If I didn’t know any better, I’d swear her cheeks tinged pink.

“Then go. You don’t have much time, and you’ll need to make it back before the Crusaders do.”

“This is absurd,” Dimitri bellows. “It’s mutiny. We’ll all be tried for treason!”

“You do not have to come,” Silver tells him, and she says nothing more. With a nod to Güthric, the two of them climb back up the stairs, leaving us for the time being. Part of me hopes they’ll return too late and we’ll already be gone. I hate the thought of them risking their necks for me. My life is already forfeit. There will be no escaping the Crusaders nor the Magistrate. Once they come for us, my death is all but written in the ashes.
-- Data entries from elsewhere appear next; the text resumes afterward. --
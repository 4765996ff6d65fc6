// GET /api/v1/families: the catalogue of named laws.
import { catalogueResponse } from "@/lib/api/catalogue";
import { methodNotAllowed, preflight, withApiKey } from "@/lib/api/gate";

export const dynamic = "force-dynamic";

export const GET = withApiKey(() => catalogueResponse(), {
  endpoint: "GET /api/v1/families",
  scope: "catalogue",
  units: () => 1,
});

export const OPTIONS = preflight(["GET"]);
export const { POST, PUT, PATCH, DELETE } = methodNotAllowed(["GET"]);
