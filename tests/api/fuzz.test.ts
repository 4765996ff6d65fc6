// No 500 from any body the fuzzer can make: seeded fast-check bodies (arbitrary JSON, and model-shaped bodies drawn
// from the whole notation with extreme, wrong-typed and missing values, nested near and past the limits) against
// every keyed POST endpoint, with keys on the plan with the shortest deadline. Every answer must be below 500; an
// error must be application/problem+json with a `type`; a success must carry only finite numbers (RFC 8259 JSON has
// no NaN or Infinity, so a non-finite float would arrive as null or fail to parse).
// SUMFOLD_FUZZ_SEED and SUMFOLD_FUZZ_RUNS replay or widen a run; a failure prints the endpoint and the body.
import fc from "fast-check";
import supertest from "supertest";
import { afterAll, beforeAll, describe, expect, it } from "vitest";
import * as jobs from "@/app/api/v1/jobs/route";
import * as job from "@/app/api/v1/jobs/[id]/route";
import { FAMILY_NAMES, FAMILY_SPECS } from "@/lib/cf/families/spec";
import { MAX_DEPTH } from "@/lib/cf/limits";
import { MAX_JSON_DEPTH } from "@/lib/api/walk";
import { jobsQueue } from "@/lib/jobs/queue";
import { apiServer, orgWithKey } from "../support/api";
import { routeServer, type RouteModule } from "../support/route-server";

const SEED = Number(process.env.SUMFOLD_FUZZ_SEED ?? 20261203);
const RUNS = Number(process.env.SUMFOLD_FUZZ_RUNS ?? 1);
const LANES = 6;
// the free plan: a 1 s deadline, 5 requests per second and one computation at a time per key
const PLAN = "free";
const MIN_GAP_MS = 220;

const sync = apiServer();
const queued = routeServer({ "/api/v1/jobs": jobs as RouteModule, "/api/v1/jobs/[id]": job as RouteModule });
afterAll(async () => {
  await new Promise<void>((r) => queued.close(() => r()));
  await jobsQueue().close();
});

// ---------------------------------------------------------------------------------------------------- numbers
/** Extreme doubles: the ends of the range, subnormals, signed zeros, integers past 2^53, near-integers. */
const EXTREMES = [0, -0, 1, -1, 0.5, 2, 1e-300, -1e-300, 5e-324, -5e-324, 2.2250738585072014e-308, 1e-16, 1 - 2 ** -53, 1 + 2 ** -52, 1e16, 9007199254740993, 1e100, 1e300, 1e308, -1e308, 1.7976931348623157e308, -1.7976931348623157e308, 1e6, 1e6 + 1, 2 ** 20, 2 ** 31, -(2 ** 31), 255, 256, 257];
const extreme = fc.constantFrom(...EXTREMES);
const finiteDouble = fc.double({ noNaN: true, noDefaultInfinity: true });
const smallNum = fc.double({ min: -20, max: 20, noNaN: true });
const anyNumber = fc.oneof({ weight: 3, arbitrary: extreme }, { weight: 2, arbitrary: finiteDouble }, { weight: 3, arbitrary: smallNum }, { weight: 1, arbitrary: fc.integer({ min: -5, max: 2000 }) });
const wrongTypeAny = fc.oneof(fc.constant(null), fc.boolean(), fc.constant("1"), fc.string({ maxLength: 4 }), fc.constant([]), fc.constant({}), fc.constant([1]));
/** A value for a numeric field: mostly numbers (extreme or ordinary), sometimes the wrong type. */
const numberishAny = fc.oneof({ weight: 8, arbitrary: anyNumber }, { weight: 1, arbitrary: wrongTypeAny });
const prob: fc.Arbitrary<unknown> = fc.oneof({ weight: 4, arbitrary: fc.double({ min: 0, max: 1, noNaN: true }) }, { weight: 2, arbitrary: fc.constantFrom(0, 1, 5e-324, 1e-300, 1 - 2 ** -53, 0.9999999999999999, 1e-16, 0.5) }, { weight: 1, arbitrary: numberishAny });

/** A short list of numbers, rarely a long one (a long list is valid input and must be handled within the deadline). */
const numList = (item: fc.Arbitrary<unknown>) =>
  fc.oneof({ weight: 9, arbitrary: fc.array(item, { minLength: 0, maxLength: 6 }) }, { weight: 1, arbitrary: fc.array(item, { minLength: 100, maxLength: 2000 }) });
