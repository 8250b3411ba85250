/* hl-program-setup.c — what both programs do first: locale and catalogues
 *
 * SPDX-License-Identifier: GPL-3.0-or-later
 */
#define G_LOG_DOMAIN "hoopline"

#include "hl-config.h"
#include "hl-program-setup.h"

#include <locale.h>
#include <glib/gi18n.h>

gboolean
hl_program_in_build_tree (void)
{
  g_autofree char *self = g_file_read_link ("/proc/self/exe", NULL);

  return self != NULL && g_str_has_prefix (self, HL_BUILD_ROOT G_DIR_SEPARATOR_S);
}

void
hl_program_setup_locale (void)
{
  g_autofree char *build_po = NULL;

  setlocale (LC_ALL, "");
  /* run from the build tree (the README's demo command), the catalogues
   * are the ones just built */
  if (hl_program_in_build_tree ())
    build_po = g_build_filename (HL_BUILD_ROOT, "po", NULL);
  bindtextdomain (GETTEXT_PACKAGE, build_po != NULL ? build_po : HL_LOCALEDIR);
  bind_textdomain_codeset (GETTEXT_PACKAGE, "UTF-8");
  textdomain (GETTEXT_PACKAGE);
}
I think about my mother and the secrets that died with her. I wonder what would’ve become of our lives if she had lived long enough to tell Kalli and I about ourselves. I wonder how our mage ancestors came to be in Arcathain, if they had stood against the Great Rift, or if they had been accidentally left behind. I wonder if I’ll ever learn the significance of the word Imryll.

“Did Mum ever talk to you about Imryll?” I ask my sister, my back to the stone wall between our cells, but my hand extends through the bars of mine to hold Dimitri’s.

I’m still shocked he’s remained this long. I knew how much he meant to me, but I hadn’t realized what I’d meant to him. I am his last family left. Even if he can’t bring himself to go against every honorable bone in his body to try to find a way to break me out, he will not leave my side. I am all he has.

“Imryll?” my sister repeats.

“It was the last word Mum spoke. I thought it might be a spell or something.”

Dimitri’s grip tenses in mine, the mere implication of mages making his blood boil.

“Maybe it was then,” Kalli says, a calculating note to her tone. I can hear her pacing in the cell beside me. “How did she say it?”

“What do you mean?” I ask, straightening.

“I mean, how did she speak that word? Was it said with a high pitch or low? Was it spoken from her throat or through her nose? Which part of the word was enunciated? I don’t know much about magic, but spells are precise. The inflection, the tone, the enunciation—everything has to be recited perfectly. Do you remember how she said it?”

I take myself back to that day. My mother’s death. The fear and pain she must’ve been in. She likely knew she was leaving her family behind, knew it would be the last time she saw one of her daughters and that she wouldn’t get to say goodbye to the other.

Only once my heart has thoroughly shattered do I utter the word, “Imryll.”

A gust of wind blows the door into the dungeon open and a raven glides in on the breeze. It lands on the floor in front of my cell, Dimitri scooting as far away as he can and shrieking the word magic over and over again. But I just stare at the bird. I know it’s the same one I’ve seen all along, and I get the feeling that my mother summoned it just to watch over me.